Stored data entries:
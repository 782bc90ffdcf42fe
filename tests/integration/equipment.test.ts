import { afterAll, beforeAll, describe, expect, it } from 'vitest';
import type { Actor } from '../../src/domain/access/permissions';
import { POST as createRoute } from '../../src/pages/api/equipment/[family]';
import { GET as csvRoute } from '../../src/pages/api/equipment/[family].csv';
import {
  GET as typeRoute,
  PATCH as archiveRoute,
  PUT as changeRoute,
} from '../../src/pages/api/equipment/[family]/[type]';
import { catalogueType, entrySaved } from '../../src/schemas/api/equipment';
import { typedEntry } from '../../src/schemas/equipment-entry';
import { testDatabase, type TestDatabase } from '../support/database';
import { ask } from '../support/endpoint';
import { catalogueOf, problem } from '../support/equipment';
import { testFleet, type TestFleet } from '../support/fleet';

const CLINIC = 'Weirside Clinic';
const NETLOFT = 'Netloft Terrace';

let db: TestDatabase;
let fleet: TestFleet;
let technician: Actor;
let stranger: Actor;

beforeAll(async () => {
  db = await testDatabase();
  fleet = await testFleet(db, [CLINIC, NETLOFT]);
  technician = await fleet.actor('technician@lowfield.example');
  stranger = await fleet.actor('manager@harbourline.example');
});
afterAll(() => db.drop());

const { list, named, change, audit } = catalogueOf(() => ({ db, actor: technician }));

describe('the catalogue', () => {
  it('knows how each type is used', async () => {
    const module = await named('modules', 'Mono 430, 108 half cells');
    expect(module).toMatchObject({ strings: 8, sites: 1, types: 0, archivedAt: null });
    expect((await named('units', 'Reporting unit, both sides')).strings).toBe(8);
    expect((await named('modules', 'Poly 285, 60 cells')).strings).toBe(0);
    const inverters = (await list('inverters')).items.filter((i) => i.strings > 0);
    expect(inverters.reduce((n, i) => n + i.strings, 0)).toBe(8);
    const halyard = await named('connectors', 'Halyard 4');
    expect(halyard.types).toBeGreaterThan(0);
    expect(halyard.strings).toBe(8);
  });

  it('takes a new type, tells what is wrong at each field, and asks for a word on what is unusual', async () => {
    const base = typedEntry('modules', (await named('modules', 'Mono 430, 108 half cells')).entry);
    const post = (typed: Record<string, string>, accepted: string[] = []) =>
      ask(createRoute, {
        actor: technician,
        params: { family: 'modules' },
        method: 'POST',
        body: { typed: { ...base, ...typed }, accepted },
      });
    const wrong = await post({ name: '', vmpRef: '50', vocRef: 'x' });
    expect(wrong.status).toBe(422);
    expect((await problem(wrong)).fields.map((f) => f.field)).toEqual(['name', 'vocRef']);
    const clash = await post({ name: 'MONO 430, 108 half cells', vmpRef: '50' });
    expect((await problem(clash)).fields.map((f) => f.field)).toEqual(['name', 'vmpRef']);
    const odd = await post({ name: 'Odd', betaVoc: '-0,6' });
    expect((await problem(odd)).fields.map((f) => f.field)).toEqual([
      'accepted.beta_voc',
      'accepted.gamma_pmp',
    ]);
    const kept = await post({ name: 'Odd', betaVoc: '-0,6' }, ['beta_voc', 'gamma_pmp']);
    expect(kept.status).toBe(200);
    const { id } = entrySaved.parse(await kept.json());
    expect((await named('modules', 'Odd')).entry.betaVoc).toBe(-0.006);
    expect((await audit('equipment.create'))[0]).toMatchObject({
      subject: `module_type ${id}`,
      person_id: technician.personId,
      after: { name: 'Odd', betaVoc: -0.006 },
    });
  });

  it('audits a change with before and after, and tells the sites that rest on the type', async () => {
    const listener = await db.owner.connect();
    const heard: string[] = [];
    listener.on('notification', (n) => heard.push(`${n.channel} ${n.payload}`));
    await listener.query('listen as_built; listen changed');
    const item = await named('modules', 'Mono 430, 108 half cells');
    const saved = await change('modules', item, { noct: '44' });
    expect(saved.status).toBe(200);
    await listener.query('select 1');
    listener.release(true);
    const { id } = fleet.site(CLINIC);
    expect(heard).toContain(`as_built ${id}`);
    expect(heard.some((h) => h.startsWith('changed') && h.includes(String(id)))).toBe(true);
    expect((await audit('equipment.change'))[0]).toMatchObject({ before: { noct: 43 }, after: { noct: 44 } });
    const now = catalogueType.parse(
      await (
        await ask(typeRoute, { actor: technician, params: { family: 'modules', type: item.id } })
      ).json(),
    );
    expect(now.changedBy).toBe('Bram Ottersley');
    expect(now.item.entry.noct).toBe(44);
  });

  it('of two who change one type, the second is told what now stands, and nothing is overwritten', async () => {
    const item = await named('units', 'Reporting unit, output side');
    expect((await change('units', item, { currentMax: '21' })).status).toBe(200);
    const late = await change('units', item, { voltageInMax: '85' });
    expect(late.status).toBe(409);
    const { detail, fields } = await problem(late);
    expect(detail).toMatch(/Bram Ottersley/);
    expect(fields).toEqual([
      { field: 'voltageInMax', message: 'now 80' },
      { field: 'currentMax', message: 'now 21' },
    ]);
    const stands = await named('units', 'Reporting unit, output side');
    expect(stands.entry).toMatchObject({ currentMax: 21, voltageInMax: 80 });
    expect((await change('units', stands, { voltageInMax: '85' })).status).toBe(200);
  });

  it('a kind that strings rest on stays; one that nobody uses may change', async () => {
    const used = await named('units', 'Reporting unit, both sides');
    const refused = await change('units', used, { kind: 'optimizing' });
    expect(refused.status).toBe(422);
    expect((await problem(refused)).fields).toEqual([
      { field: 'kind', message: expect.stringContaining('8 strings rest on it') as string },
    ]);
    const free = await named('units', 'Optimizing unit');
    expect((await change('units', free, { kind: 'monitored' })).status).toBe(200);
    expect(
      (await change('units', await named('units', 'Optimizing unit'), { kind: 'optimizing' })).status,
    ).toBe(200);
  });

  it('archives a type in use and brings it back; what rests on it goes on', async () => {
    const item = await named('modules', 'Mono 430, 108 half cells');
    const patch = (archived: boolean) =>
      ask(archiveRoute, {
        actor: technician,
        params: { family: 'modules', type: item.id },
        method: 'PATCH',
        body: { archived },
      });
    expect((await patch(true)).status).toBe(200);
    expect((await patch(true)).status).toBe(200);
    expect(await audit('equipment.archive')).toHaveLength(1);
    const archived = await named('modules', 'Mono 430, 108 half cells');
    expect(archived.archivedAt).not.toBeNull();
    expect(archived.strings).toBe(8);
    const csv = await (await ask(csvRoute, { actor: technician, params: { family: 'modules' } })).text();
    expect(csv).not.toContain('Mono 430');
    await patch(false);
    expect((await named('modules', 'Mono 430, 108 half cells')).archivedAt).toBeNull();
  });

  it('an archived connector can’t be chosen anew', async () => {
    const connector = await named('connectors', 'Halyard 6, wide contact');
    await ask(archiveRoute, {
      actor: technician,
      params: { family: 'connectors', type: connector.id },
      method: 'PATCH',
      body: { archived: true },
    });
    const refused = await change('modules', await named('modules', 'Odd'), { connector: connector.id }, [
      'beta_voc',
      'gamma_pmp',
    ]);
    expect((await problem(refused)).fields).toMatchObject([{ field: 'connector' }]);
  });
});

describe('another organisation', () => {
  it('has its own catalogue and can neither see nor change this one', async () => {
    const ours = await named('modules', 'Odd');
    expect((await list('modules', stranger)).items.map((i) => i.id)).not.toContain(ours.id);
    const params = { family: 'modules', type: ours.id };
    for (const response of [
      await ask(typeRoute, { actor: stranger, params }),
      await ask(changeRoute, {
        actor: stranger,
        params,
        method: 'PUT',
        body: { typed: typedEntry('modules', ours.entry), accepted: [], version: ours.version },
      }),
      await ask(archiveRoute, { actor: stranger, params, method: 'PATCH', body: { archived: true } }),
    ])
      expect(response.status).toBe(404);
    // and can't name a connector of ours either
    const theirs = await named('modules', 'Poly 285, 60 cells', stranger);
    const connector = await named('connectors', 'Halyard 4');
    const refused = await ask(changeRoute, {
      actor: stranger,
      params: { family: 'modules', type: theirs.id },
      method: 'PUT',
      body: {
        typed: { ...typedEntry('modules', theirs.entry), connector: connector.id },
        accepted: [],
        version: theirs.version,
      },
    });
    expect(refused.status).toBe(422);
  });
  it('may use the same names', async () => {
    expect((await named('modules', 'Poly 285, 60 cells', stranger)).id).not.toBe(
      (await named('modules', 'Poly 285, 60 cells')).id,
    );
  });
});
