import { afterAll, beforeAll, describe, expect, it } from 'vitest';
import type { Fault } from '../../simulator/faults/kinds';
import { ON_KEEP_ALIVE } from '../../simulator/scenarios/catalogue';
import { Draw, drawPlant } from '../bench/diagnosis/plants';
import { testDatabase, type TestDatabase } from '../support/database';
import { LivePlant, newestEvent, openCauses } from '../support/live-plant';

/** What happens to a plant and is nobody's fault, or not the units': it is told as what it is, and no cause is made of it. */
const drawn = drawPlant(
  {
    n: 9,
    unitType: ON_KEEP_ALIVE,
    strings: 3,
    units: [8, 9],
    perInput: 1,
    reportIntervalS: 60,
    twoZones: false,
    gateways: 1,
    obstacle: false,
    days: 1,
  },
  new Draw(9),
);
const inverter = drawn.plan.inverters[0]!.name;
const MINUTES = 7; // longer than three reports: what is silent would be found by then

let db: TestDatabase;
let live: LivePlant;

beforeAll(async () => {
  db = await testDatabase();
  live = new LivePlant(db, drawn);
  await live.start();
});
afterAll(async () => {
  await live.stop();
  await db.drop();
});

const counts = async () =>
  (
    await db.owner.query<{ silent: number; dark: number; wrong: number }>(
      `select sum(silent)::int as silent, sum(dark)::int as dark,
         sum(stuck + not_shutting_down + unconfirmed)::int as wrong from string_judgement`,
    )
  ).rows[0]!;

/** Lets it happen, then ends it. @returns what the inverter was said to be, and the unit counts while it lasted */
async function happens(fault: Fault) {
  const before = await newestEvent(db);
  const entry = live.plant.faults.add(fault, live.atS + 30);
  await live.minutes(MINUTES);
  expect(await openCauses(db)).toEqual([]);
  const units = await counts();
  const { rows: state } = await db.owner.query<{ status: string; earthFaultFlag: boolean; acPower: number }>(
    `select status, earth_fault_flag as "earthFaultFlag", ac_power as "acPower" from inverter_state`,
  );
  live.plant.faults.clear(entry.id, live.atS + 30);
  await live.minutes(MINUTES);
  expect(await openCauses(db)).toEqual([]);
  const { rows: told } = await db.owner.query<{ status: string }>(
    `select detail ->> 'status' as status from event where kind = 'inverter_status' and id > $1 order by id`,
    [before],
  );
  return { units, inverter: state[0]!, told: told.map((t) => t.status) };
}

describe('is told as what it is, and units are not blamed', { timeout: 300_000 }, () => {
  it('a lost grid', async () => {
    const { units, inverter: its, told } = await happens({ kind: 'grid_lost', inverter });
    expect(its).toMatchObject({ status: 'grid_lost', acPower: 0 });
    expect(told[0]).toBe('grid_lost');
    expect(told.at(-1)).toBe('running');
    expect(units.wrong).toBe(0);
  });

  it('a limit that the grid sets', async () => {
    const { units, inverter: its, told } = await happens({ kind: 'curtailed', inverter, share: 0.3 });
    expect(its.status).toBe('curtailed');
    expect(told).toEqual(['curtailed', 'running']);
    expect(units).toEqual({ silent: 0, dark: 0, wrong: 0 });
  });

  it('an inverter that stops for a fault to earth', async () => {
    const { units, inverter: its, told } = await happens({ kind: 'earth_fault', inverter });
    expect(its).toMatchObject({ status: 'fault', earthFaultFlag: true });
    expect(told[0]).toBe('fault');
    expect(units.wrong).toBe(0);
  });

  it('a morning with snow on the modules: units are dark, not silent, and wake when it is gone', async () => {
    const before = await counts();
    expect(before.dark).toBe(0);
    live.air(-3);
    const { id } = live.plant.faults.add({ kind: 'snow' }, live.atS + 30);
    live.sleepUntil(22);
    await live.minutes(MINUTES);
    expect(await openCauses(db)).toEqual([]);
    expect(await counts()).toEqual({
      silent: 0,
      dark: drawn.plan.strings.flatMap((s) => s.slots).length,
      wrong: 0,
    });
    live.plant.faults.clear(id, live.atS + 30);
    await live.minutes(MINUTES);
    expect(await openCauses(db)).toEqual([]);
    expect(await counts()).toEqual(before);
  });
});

---

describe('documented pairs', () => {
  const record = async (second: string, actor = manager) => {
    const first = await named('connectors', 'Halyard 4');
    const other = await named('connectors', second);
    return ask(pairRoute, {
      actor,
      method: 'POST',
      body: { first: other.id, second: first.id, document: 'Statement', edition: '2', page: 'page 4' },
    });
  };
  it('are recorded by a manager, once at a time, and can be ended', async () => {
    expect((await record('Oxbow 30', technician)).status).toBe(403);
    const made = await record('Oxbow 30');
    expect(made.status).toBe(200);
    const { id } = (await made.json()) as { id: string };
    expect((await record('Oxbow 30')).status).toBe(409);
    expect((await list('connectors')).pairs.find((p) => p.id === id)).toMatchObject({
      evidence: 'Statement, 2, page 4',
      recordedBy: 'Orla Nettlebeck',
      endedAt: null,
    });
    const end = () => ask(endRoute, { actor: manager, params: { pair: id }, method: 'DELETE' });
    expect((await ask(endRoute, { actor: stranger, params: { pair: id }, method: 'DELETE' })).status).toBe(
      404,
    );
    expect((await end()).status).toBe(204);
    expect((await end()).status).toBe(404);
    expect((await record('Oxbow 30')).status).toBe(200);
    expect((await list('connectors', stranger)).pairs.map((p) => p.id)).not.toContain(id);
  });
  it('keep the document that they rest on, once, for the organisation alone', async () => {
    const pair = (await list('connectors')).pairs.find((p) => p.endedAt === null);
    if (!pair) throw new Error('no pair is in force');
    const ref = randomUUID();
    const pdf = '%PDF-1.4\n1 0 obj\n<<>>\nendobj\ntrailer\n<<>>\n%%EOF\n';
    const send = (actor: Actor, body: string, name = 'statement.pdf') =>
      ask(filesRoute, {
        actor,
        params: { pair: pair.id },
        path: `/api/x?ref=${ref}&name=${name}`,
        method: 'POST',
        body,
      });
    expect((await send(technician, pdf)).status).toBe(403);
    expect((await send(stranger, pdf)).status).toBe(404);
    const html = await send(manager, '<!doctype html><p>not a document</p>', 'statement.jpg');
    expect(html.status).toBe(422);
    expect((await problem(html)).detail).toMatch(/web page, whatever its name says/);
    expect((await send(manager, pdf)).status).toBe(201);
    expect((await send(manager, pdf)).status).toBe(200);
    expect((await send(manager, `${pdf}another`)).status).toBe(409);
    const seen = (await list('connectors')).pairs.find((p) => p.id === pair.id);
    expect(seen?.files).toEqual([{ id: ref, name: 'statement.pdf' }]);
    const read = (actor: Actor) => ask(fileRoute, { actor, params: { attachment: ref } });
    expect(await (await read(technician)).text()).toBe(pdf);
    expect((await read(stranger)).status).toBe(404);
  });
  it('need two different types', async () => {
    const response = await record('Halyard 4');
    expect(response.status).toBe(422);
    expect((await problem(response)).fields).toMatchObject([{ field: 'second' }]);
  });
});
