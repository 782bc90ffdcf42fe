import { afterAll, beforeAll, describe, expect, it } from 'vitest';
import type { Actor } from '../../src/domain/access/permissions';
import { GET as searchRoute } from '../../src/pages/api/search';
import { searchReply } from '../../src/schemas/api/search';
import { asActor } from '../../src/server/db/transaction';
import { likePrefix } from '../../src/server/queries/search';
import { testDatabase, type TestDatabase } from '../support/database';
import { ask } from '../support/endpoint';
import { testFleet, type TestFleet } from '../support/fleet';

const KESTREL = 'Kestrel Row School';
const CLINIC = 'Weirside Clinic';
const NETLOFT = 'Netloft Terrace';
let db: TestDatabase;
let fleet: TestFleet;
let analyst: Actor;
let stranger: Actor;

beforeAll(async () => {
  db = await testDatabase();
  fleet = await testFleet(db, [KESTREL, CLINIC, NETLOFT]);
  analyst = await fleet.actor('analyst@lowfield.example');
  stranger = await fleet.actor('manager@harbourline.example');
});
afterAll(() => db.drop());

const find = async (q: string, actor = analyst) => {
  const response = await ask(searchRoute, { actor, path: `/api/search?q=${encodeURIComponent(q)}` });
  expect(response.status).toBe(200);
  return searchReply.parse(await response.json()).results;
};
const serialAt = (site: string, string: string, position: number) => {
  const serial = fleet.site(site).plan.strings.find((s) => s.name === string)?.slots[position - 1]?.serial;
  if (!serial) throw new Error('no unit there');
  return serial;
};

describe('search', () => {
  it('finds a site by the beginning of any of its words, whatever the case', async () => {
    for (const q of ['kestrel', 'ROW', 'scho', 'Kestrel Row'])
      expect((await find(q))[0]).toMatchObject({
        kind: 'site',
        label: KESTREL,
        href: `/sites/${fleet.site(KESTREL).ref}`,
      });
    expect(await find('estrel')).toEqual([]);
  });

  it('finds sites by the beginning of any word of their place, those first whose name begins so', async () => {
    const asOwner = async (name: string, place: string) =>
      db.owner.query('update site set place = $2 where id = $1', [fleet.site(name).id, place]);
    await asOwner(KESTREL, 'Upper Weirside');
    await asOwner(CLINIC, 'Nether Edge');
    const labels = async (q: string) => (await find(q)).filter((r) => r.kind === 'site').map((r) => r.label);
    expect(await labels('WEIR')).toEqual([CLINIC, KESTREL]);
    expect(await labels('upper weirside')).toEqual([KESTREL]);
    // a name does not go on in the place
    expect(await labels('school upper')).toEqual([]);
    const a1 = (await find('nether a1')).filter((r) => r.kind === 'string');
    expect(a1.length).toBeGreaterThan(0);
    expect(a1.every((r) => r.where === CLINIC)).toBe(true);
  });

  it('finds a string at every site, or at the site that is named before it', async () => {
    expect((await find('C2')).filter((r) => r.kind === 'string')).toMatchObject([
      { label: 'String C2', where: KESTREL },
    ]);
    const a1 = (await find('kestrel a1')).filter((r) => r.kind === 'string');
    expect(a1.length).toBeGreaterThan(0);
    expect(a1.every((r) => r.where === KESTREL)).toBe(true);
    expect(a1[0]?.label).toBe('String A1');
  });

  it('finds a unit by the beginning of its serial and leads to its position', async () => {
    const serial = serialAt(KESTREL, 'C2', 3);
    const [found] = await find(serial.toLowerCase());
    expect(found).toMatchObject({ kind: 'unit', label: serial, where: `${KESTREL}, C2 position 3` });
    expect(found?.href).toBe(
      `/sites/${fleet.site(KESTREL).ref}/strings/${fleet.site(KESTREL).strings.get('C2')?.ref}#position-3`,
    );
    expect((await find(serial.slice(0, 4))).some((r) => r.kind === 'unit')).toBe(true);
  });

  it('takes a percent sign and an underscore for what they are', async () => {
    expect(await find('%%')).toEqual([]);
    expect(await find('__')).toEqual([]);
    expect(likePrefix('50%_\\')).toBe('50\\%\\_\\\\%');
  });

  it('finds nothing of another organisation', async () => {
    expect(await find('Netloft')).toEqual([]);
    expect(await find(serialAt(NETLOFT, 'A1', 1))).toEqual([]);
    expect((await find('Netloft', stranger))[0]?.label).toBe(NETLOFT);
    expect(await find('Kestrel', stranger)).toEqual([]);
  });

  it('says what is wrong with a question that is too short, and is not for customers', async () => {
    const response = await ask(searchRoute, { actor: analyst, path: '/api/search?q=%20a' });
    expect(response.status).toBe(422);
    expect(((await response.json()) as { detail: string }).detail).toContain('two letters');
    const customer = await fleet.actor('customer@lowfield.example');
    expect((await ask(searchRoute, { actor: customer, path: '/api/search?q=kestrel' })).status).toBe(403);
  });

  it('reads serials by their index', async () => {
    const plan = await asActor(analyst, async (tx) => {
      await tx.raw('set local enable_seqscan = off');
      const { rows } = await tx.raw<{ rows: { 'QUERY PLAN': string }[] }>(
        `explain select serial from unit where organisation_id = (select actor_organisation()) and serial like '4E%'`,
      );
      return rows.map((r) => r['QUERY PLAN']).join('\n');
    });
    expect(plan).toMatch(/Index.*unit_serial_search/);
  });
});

Your objective: Only a number should be given in reply: how many lines in the entries above hold "drawn".

Answer for the task: 4